Member Quits Education Council in Protest

Fed up with local parents’ decreasing role in school decisions, Brian Rafferty resigned from Community Education Council 24 last Thursday.

The district councils throughout the city play an advisory role in school decisions, but Rafferty said the board shields the city Department of Education (DOE) from parents’ scorn and is too often ignored.

“[Does the DOE] hear your complaints? For the most part—no,” Rafferty read from a prepared letter at Thursday’s monthly meeting in Ridgewood. “And why? Because we sit here. Because we are the volunteer appointed go-betweens who waste our time swallowing the vitriol and scorn of angry parents so the DOE doesn’t have to taste it.”

Rafferty, the executive editor of the Queens Tribune, applauded the work of the board, and the parents who attend meetings to protest city policies. But the “great majority of parents” remain silent and “don’t care enough to try their best.” That system creates an “angry rabble” at CEC meetings from a vocal minority that the DOE conveniently ignores, Rafferty said.

As evidence of this growing disconnect, Rafferty presented the two rezoning meetings the board held over the last two weeks. Concerned with overcrowding, the DOE is contemplating changing the school enrollment zones for PS/IS 113 in Glendale and PS/IS 49 in Middle Village. However, Rafferty said the zoning plans were not presented to the board before the public presentation.

“At both of these meetings the parents were there to protest, but we—the board—didn’t have the zoning map until the meetings,” Rafferty said. “We were as blindsided as the parents, and our job, as whipping boys for the DOE, was to take the brunt of the parents’ lashes without any regard to our own opinions on this.”

Rafferty said he did not attend those meetings because he could “no longer bear the frustration, the anger, the resentment and scorn.”

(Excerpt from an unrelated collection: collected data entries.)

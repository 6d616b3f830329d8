import type { ReactNode } from "react";

const EDGES = { error: "border-stop", caution: "border-caution", done: "border-clear" } as const;

/** A sentence that belongs to the whole page: what went wrong, what to mind, what was done. */
export function Notice({ kind, title, children }: { kind: keyof typeof EDGES; title: string; children?: ReactNode }) {
  return (
    <div role={kind === "error" ? "alert" : "status"} className={`frame mb-4 border-l-4 p-3 ${EDGES[kind]}`}>
      <p className="font-semibold">{title}</p>
      {children && <div className="mt-1">{children}</div>}
    </div>
  );
}
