import { readFileSync } from "node:fs";
import { join } from "node:path";
import { root } from "./project.mjs";
import { Sentence } from "./sentence.mjs";

/** @param {string} version "20.20.2" or "21" */
function parts(version) {
  const [major = 0, minor = 0, patch = 0] = version.split(".").map(Number);
  return [major, minor, patch];
}

/**
 * @param {string} left
 * @param {string} right
 * @returns {number} negative, zero or positive, as left is below, equal to or above right
 */
function compare(left, right) {
  const others = parts(right);
  for (const [index, part] of parts(left).entries()) {
    const difference = part - (others[index] ?? 0);
    if (difference !== 0) return difference;
  }
  return 0;
}

/** Refuses a Node that package.json's "engines" does not allow (a list of ">=x.y" and "<x"). */
export function checkNodeVersion() {
  const range = JSON.parse(readFileSync(join(root, "package.json"), "utf8")).engines.node;
  const fits = range.split(" ").every((/** @type {string} */ bound) => {
    const order = compare(process.versions.node, bound.replace(/^[<>=]+/, ""));
    return bound.startsWith(">=") ? order >= 0 : order < 0;
  });
  if (!fits) throw new Sentence(`Planeward needs Node ${range}, and this is ${process.versions.node}.`);
}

CEC 24 President Nick Comaianni agreed that the DOE uses the board as shields. “A lot of times we can’t solve [parents’] problems because of all the bureaucracy and red tape,” he said.

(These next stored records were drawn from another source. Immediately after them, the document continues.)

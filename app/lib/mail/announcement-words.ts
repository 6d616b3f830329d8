import type { Announcement } from "#app/schemas/announcement.ts";
import { oneLine, severalLines } from "./one-line.ts";

/** What one announcement says, in the words of the pages; figures stay on the page that it leads to. */
export interface AnnouncementWords {
  subject: string;
  /** one sentence: who did what */
  sentence: string;
  /** the record, line by line */
  facts: { label: string; value: string }[];
  /** what somebody wrote, or what changed, under a heading; null where there is nothing */
  said: { heading: string; lines: string[] } | null;
  /** what hands are to mind; null where none are at it */
  mind: string | null;
  /** the words of the link to the page */
  open: string;
}

const PROCEDURES =
  "Your site's procedures and safety rules come first. If a wafer has broken: shards of thin silicon cut, so keep hands and eyes protected.";

/** Words of an announcement. */
export function announcementWords(announcement: Announcement): AnnouncementWords {
  const program = oneLine(announcement.program);
  const words = wordsOf(announcement);
  return {
    ...words,
    subject: `${program}: ${words.subject}`,
    facts: [{ label: "Program", value: program }, ...words.facts],
  };
}

function wordsOf(announcement: Announcement): AnnouncementWords {
  switch (announcement.kind) {
    case "review asked":
    case "review returned":
      return ofReview(announcement);
    case "sheet released":
    case "sheet superseded":
    case "sheet withdrawn":
      return ofSheet(announcement);
    case "assessment out of date":
      return ofAssessment(announcement);
    case "webhook switched off":
      return ofWebhook(announcement);
    case "incident":
    case "step stopped":
    case "lot held":
      return ofFloor(announcement);
  }
}

type Of<Kind extends Announcement["kind"]> = Extract<Announcement, { kind: Kind }>;

function ofReview(announcement: Of<"review asked" | "review returned">): AnnouncementWords {
  const { by, sheet, flow } = names(announcement);
  const facts = [
    { label: "Sheet", value: sheet },
    { label: "Flow", value: flow },
  ];
  if (announcement.kind === "review asked")
    return {
      subject: `review asked for sheet ${sheet}`,
      sentence: `${by} asks you to review sheet ${sheet}. Release it, or return it with a reason.`,
      facts,
      said: saidBy(`${by} writes`, announcement.note),
      mind: null,
      open: "Open the review",
    };
  return {
    subject: `sheet ${sheet} returned`,
    sentence: `${by} has returned sheet ${sheet} to you. It is not released.`,
    facts,
    said: saidBy("Reason", announcement.reason),
    mind: null,
    open: "Open what was returned",
  };
}

function ofSheet(announcement: Of<"sheet released" | "sheet superseded" | "sheet withdrawn">): AnnouncementWords {
  const { by, sheet, flow } = names(announcement);
  const revision = oneLine(announcement.revision);
  const named = `Sheet ${sheet}, revision ${revision},`;
  const facts = [
    { label: "Sheet", value: sheet },
    { label: "Revision", value: revision },
    { label: "Flow", value: flow },
  ];
  switch (announcement.kind) {
    case "sheet released": {
      const changes = announcement.changes.map(oneLine).filter(Boolean);
      return {
        subject: `sheet ${sheet} ${revision} released`,
        sentence: `${named} was released by ${by} and is the one to work from.`,
        facts,
        said: changes.length > 0 ? { heading: "Changed since the last revision", lines: changes } : null,
        mind: "Take older prints out of use.",
        open: "Open the sheet",
      };
    }
    case "sheet superseded": {
      const next = oneLine(announcement.supersededBy);
      return {
        subject: `sheet ${sheet} ${revision} superseded by ${next}`,
        sentence: `${named} is superseded by revision ${next}, which ${by} released.`,
        facts,
        said: null,
        mind: `Do not work from revision ${revision} any more, and take its prints out of use.`,
        open: `Open revision ${next}`,
      };
    }
    case "sheet withdrawn":
      return {
        subject: `sheet ${sheet} ${revision} withdrawn`,
        sentence: `${named} was withdrawn by ${by}. No revision takes its place.`,
        facts,
        said: saidBy("Reason", announcement.reason),
        mind: `Do not work from it any more, take its prints out of use, and ask the process owner before you go on.`,
        open: "Open the sheet",
      };
  }
}

function ofAssessment(announcement: Of<"assessment out of date">): AnnouncementWords {
  const flow = oneLine(announcement.flow);
  const assessment = oneLine(announcement.assessment);
  const { more } = announcement;
  const lines = announcement.changes.map(oneLine);
  return {
    subject: `assessment ${assessment} is out of date`,
    sentence: `Assessment ${assessment} of the flow ${flow} rests on values that have changed since. Run it again before anybody relies on it.`,
    facts: [
      { label: "Assessment", value: assessment },
      { label: "Flow", value: flow },
    ],
    said: { heading: "Changed since", lines: more > 0 ? [...lines, `and ${more} more`] : lines },
    mind: null,
    open: "See what has changed",
  };
}

function ofWebhook(announcement: Of<"webhook switched off">): AnnouncementWords {
  const webhook = oneLine(announcement.webhook);
  return {
    subject: `webhook ${webhook} was switched off`,
    sentence: `The webhook ${webhook} was switched off, because ${announcement.failures} attempts in a row have failed in three days. Nothing is sent to it any more.`,
    facts: [{ label: "Webhook", value: webhook }],
    said: null,
    mind: "Mend the receiver, then switch the webhook on again and send a test. What was not taken can be sent once more from its log.",
    open: "Open the webhook",
  };
}

function ofFloor(announcement: Of<"incident" | "step stopped" | "lot held">): AnnouncementWords {
  const by = oneLine(announcement.by);
  switch (announcement.kind) {
    case "incident": {
      const { lot, step } = { lot: oneLine(announcement.lot), step: oneLine(announcement.step) };
      return {
        subject: `incident with lot ${lot}`,
        sentence: `${by} has reported an incident with lot ${lot} at step ${step}.`,
        facts: [
          { label: "Lot", value: lot },
          { label: "Step", value: step },
        ],
        said: saidBy("What happened", announcement.what),
        mind: PROCEDURES,
        open: "Open the incident",
      };
    }
    case "step stopped": {
      const { flow, step } = { flow: oneLine(announcement.flow), step: oneLine(announcement.step) };
      return {
        subject: `stopped, step ${step}`,
        sentence: `${by} has stopped step ${step}, in the flow ${flow}, for every lot. Nothing goes on there until the stop is cleared.`,
        facts: [
          { label: "Step", value: step },
          { label: "Flow", value: flow },
        ],
        said: saidBy("Reason", announcement.reason),
        mind: PROCEDURES,
        open: "Open the stop",
      };
    }
    case "lot held": {
      const lot = oneLine(announcement.lot);
      return {
        subject: `lot ${lot} is held`,
        sentence: `${by} holds lot ${lot}. It goes nowhere until the hold is cleared; other lots go on.`,
        facts: [{ label: "Lot", value: lot }],
        said: saidBy("Reason", announcement.reason),
        mind: PROCEDURES,
        open: "Open the lot",
      };
    }
  }
}

function names({ by, sheet, flow }: { by: string; sheet: string; flow: string }) {
  return { by: oneLine(by), sheet: oneLine(sheet), flow: oneLine(flow) };
}

function saidBy(heading: string, text: string): AnnouncementWords["said"] {
  const lines = severalLines(text);
  return lines === "" ? null : { heading, lines: lines.split("\n") };
}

Comaianni contends mayoral control of schools took power away from parents and combined them into a bloated system. “Different districts have different needs,” he said. One recent example involved school buses where nearly empty yellow school buses would pick up some students but tell seventh and eighth graders that they must take a city bus.

“This is something we could fix in days, but the DOE tells us they can’t make an exception because if it’s allowed in one district it would have to extend it to the whole city. Every situation should always be unique,” Comaianni said.

Another point of contention was the messy CEC elections last spring. Many parents simply did not vote, and there were many controversies surrounding certain results throughout the city.

Manhattan Borough President Scott Stringer recently criticized the CEC election process as well last week. Joined by Queens Borough President Helen Marshall, Public Advocate Bill De Blasio and others, Stringer said the DOE should overhaul the CEC system.

“These changes are long overdue because they target a troubling problem in our public schools—the failure to engage parents,” Stringer said.

By Eric Yun


Photo Caption: Brian Rafferty (left) at a CEC meeting last spring with President Nick Comaianni and District Superintendent Madeline Taub-Chan. Rafferty resigned last week after claiming the DOE uses local boards as a shield from angry parents.